Test-Time Attention Purification for Backdoored Large Vision Language Models
Zhifang Zhang 1, Bojun Yang 2, Shuo He 3, Weitong Chen 3, Wei Emma Zhang 3, Olaf Maennel 1, Lei Feng 4, Miao Xu 4
Published on arXiv
2603.12989
Model Poisoning
OWASP ML Top 10 — ML10
Key Finding
Attention perturbation rapidly suppresses backdoor attack success rate in LVLMs while pixel perturbation barely reduces it, demonstrating backdoors operate through attention mechanisms not visual patterns
CleanSight
Novel technique introduced
Despite the strong multimodal performance, large vision-language models (LVLMs) are vulnerable during fine-tuning to backdoor attacks, where adversaries insert trigger-embedded samples into the training data to implant behaviors that can be maliciously activated at test time.

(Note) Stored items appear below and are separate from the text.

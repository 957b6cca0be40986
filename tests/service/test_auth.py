"""API keys, ownership, rate limits, quotas and Idempotency-Key, through the test client."""
import dataclasses
import json
import threading

import pytest

from jobs import accounts
from tests.service.test_jobs_api import DECAY


@pytest.fixture
def secured(settings, store):
    from service import create_app

    s = dataclasses.replace(settings, auth_mode="keys", rate_limit=1000)
    app = create_app(s, store=store)
    _, ana = accounts.create_key(store.r, store.keys, "ana")
    _, ben = accounts.create_key(store.r, store.keys, "ben")
    return app, {"ana": {"Authorization": f"Bearer {ana}"}, "ben": {"Authorization": f"Bearer {ben}"}}


def test_requests_without_a_key_get_401_with_a_challenge(secured):
    app, _ = secured
    r = app.test_client().get("/v1/jobs")
    assert r.status_code == 401 and r.headers["WWW-Authenticate"].startswith("Bearer")
    assert r.mimetype == "application/problem+json"


def test_a_wrong_or_revoked_key_is_401(secured, store):
    app, who = secured
    c = app.test_client()
    assert c.get("/v1/jobs", headers={"Authorization": "Bearer slk_00000000_" + "A" * 43}).status_code == 401
    key_id, key = accounts.create_key(store.r, store.keys, "cy")
    assert c.get("/v1/jobs", headers={"Authorization": f"Bearer {key}"}).status_code == 200
    assert accounts.revoke_key(store.r, store.keys, key_id)
    assert c.get("/v1/jobs", headers={"Authorization": f"Bearer {key}"}).status_code == 401


def test_keys_are_stored_only_as_digests(store):
    _, key = accounts.create_key(store.r, store.keys, "dee")
    dump = b"".join(store.r.dump(k) or b"" for k in store.r.keys(store.keys.prefix + ":*"))
    secret = key.split("_", 2)[2]
    assert key.encode() not in dump and secret.encode() not in dump
    assert len(secret) * 6 >= 128  # at least 128 random bits (base64url chars)


def test_a_key_in_the_query_string_is_refused(secured):
    app, who = secured
    r = app.test_client().get("/v1/jobs?api_key=whatever", headers=who["ana"])
    assert r.status_code == 400 and "header" in r.get_json()["detail"]


def test_health_and_openapi_are_public(secured):
    app, _ = secured
    c = app.test_client()
    assert c.get("/v1/health").status_code == 200 and c.get("/v1/openapi.json").status_code == 200


def test_another_owner_gets_404_on_every_job_endpoint(secured):
    app, who = secured
    c = app.test_client()
    job = c.post("/v1/jobs", json=DECAY, headers=who["ana"]).get_json()
    etag = c.get(f"/v1/jobs/{job['id']}", headers=who["ana"]).headers["ETag"]
    for method, path, extra in [("get", "", {}), ("get", "/result", {}), ("get", "/spec", {}),
                                ("post", "/cancel", {}), ("get", "", {"If-None-Match": etag})]:
        r = getattr(c, method)(f"/v1/jobs/{job['id']}{path}", headers={**who["ben"], **extra})
        assert r.status_code == 404, (method, path)
        text = r.get_data(as_text=True)
        assert "first-order decay" not in text and "queued" not in text  # no data of ana's job
    assert c.get("/v1/jobs", headers=who["ben"]).get_json()["items"] == []
    assert c.get(f"/v1/jobs/{job['id']}", headers=who["ana"]).get_json()["state"] == "queued"


def test_rate_limits_answer_429_with_headers(settings, store):
    from service import create_app

    app = create_app(dataclasses.replace(settings, rate_limit=3), store=store)
    c = app.test_client()
    statuses = [c.get("/v1/jobs").status_code for _ in range(4)]
    assert statuses == [200, 200, 200, 429]
    r = c.get("/v1/jobs")
    assert int(r.headers["Retry-After"]) >= 1 and r.headers["RateLimit-Remaining"] == "0"


def test_a_quota_limits_queued_work_per_owner(settings, store):
    from service import create_app

    app = create_app(dataclasses.replace(settings, max_active_jobs=2), store=store)
    c = app.test_client()
    assert [c.post("/v1/jobs", json=DECAY).status_code for _ in range(3)] == [202, 202, 429]


def test_a_retry_with_the_same_idempotency_key_returns_the_first_reply(client):
    h = {"Idempotency-Key": "run-7"}
    first = client.post("/v1/jobs", json=DECAY, headers=h)
    again = client.post("/v1/jobs", json=DECAY, headers=h)
    assert first.status_code == again.status_code == 202
    assert first.get_json()["id"] == again.get_json()["id"]
    assert again.headers["Location"] == first.headers["Location"]
    assert len(client.get("/v1/jobs").get_json()["items"]) == 1


def test_the_same_idempotency_key_with_another_body_is_422(client):
    client.post("/v1/jobs", json=DECAY, headers={"Idempotency-Key": "k1"})
    r = client.post("/v1/jobs", json={**DECAY, "span": [0.0, 2.0]}, headers={"Idempotency-Key": "k1"})
    assert r.status_code == 422


def test_a_retry_while_the_first_is_in_flight_is_409(client, store):
    from jobs import guards

    body = json.dumps(DECAY).encode()
    guards.idempotency_begin(store.r, store.keys, "local", "k2", guards.fingerprint(b"/v1/jobs\n" + body))
    r = client.post("/v1/jobs", data=body, content_type="application/json", headers={"Idempotency-Key": "k2"})
    assert r.status_code == 409 and r.headers["Retry-After"]


def test_an_invalid_first_request_does_not_burn_the_key(client):
    bad = {**DECAY, "span": [1.0, 0.0]}
    assert client.post("/v1/jobs", json=bad, headers={"Idempotency-Key": "k3"}).status_code == 422
    # nothing was created, so the corrected request may use the same key
    assert client.post("/v1/jobs", json=DECAY, headers={"Idempotency-Key": "k3"}).status_code == 202


def test_concurrent_identical_submissions_with_one_key_make_one_job(app, client):
    codes, ids = [], set()

    def submit():
        r = app.test_client().post("/v1/jobs", json=DECAY, headers={"Idempotency-Key": "burst"})
        codes.append(r.status_code)
        if r.status_code == 202:
            ids.add(r.get_json()["id"])

    threads = [threading.Thread(target=submit) for _ in range(100)]
    for t in threads:
        t.start()
    for t in threads:
        t.join()
    assert len(ids) == 1 and set(codes) <= {202, 409}
    assert len(client.get("/v1/jobs?limit=200").get_json()["items"]) == 1


def test_one_idempotency_key_cannot_create_a_job_and_then_a_batch(client):
    assert client.post("/v1/jobs", json=DECAY, headers={"Idempotency-Key": "k5"}).status_code == 202
    batch = {"base": DECAY, "members": [{"parameters": {"k": 1.0}}], "summaries": [{"kind": "final", "of": "a"}]}
    assert client.post("/v1/batches", json=batch, headers={"Idempotency-Key": "k5"}).status_code == 422
    first = client.post("/v1/batches", json=batch, headers={"Idempotency-Key": "k6"})
    again = client.post("/v1/batches", json=batch, headers={"Idempotency-Key": "k6"})
    assert first.status_code == again.status_code == 202 and first.get_json()["id"] == again.get_json()["id"]


def test_every_resource_endpoint_is_404_for_another_owner(secured):
    """Walks the URL map: no endpoint that names a job or batch serves it to a second key."""
    app, who = secured
    c = app.test_client()
    job = c.post("/v1/jobs", json=DECAY, headers=who["ana"]).get_json()["id"]
    batch_body = {"base": DECAY, "members": [{"parameters": {"k": 1.0}}],
                  "summaries": [{"kind": "final", "of": "a"}]}
    batch = c.post("/v1/batches", json=batch_body, headers=who["ana"]).get_json()["id"]
    ids = {"job_id": job, "batch_id": batch}
    probed = 0
    for rule in app.url_map.iter_rules():
        names = set(rule.arguments) & set(ids)
        if not rule.rule.startswith("/v1/") or not names:
            continue
        path = rule.rule
        for name in rule.arguments:
            path = path.replace(f"<{name}>", ids[name])
        for method in sorted(rule.methods - {"HEAD", "OPTIONS"}):
            r = c.open(path, method=method, headers=who["ben"])
            text = r.get_data(as_text=True)
            assert r.status_code == 404, (method, path, r.status_code)
            assert "first-order decay" not in text and '"state"' not in text, (method, path)
            probed += 1
    assert probed >= 8
    assert c.get(f"/v1/jobs/{job}", headers=who["ana"]).status_code == 200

Existing defenses typically rely on retraining backdoored parameters (e.g., adapters or LoRA modules) with clean data, which is computationally expensive and often degrades model performance. In this work, we provide a new mechanistic understanding of backdoor behaviors in LVLMs: the trigger does not influence prediction through low-level visual patterns, but through abnormal cross-modal attention redistribution, where trigger-bearing visual tokens steal attention away from the textual context - a phenomenon we term attention stealing. Motivated by this, we propose CleanSight, a training-free, plug-and-play defense that operates purely at test time. CleanSight (i) detects poisoned inputs based on the relative visual-text attention ratio in selected cross-modal fusion layers, and (ii) purifies the input by selectively pruning the suspicious high-attention visual tokens to neutralize the backdoor activation. Extensive experiments show that CleanSight significantly outperforms existing pixel-based purification defenses across diverse datasets and backdoor attack types, while preserving the model's utility on both clean and poisoned samples.
Key Contributions
- Mechanistic discovery that backdoors in LVLMs operate through cross-modal attention stealing rather than low-level visual patterns
- CleanSight: first training-free, test-time defense for backdoored LVLMs using attention-based detection and token pruning
- Significantly outperforms pixel-based purification defenses while preserving model utility on clean samples
🛡️ Threat Analysis
Paper directly addresses backdoor/trojan attacks in LVLMs where triggers embedded during fine-tuning cause malicious behavior at test time — core ML10 threat.